TASK DESCRIPTION — In the listing below, find every line containing "unit" and copy it out.

DATASET EXTRACT —
+++

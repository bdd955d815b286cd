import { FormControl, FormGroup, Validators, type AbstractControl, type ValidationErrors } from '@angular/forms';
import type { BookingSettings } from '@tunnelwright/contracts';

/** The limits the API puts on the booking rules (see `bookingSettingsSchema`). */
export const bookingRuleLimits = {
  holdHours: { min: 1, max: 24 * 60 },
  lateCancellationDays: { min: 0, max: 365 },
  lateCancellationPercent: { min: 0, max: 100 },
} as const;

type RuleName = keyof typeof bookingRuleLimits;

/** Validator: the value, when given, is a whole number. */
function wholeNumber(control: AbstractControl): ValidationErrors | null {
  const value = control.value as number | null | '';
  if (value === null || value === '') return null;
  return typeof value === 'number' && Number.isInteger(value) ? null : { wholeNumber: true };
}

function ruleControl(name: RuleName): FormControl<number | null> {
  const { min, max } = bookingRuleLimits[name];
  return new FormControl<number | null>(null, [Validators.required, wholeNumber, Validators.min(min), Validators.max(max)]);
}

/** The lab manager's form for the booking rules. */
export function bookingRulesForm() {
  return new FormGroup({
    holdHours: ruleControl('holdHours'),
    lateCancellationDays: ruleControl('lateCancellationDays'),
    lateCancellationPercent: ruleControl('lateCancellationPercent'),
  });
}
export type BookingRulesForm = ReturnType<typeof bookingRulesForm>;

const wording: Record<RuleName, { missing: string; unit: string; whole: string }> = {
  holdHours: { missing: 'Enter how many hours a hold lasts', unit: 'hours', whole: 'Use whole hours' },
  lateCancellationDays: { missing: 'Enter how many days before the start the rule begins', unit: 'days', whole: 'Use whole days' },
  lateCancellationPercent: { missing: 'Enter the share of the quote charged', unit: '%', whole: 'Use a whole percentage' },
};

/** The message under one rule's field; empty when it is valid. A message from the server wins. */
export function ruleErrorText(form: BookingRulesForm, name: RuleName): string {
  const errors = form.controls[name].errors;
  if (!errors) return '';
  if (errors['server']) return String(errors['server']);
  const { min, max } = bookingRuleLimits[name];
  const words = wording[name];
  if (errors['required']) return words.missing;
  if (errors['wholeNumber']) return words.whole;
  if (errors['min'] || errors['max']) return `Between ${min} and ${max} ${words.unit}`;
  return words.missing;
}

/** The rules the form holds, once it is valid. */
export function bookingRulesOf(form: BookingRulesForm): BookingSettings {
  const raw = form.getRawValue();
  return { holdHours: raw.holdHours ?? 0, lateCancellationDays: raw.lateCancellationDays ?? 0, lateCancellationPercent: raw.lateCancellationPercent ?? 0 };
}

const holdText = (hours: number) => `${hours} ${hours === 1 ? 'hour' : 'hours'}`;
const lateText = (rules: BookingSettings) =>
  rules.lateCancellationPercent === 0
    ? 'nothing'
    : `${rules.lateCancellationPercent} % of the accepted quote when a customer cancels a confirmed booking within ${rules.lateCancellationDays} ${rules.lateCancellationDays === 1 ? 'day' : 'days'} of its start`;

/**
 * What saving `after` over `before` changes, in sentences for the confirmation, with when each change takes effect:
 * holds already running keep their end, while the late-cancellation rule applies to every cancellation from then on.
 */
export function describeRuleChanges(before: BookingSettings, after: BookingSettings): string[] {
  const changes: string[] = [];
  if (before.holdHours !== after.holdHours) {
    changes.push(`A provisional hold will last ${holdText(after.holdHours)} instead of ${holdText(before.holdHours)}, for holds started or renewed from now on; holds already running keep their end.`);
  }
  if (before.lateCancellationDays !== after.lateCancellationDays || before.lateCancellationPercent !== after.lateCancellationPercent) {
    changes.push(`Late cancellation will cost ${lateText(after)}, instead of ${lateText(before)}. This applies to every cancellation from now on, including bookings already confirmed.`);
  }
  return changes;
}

+++

EXERCISE RESULT —
const wording: Record<RuleName, { missing: string; unit: string; whole: string }> = {
  holdHours: { missing: 'Enter how many hours a hold lasts', unit: 'hours', whole: 'Use whole hours' },
  lateCancellationDays: { missing: 'Enter how many days before the start the rule begins', unit: 'days', whole: 'Use whole days' },
  lateCancellationPercent: { missing: 'Enter the share of the quote charged', unit: '%', whole: 'Use a whole percentage' },
  if (errors['min'] || errors['max']) return `Between ${min} and ${max} ${words.unit}`;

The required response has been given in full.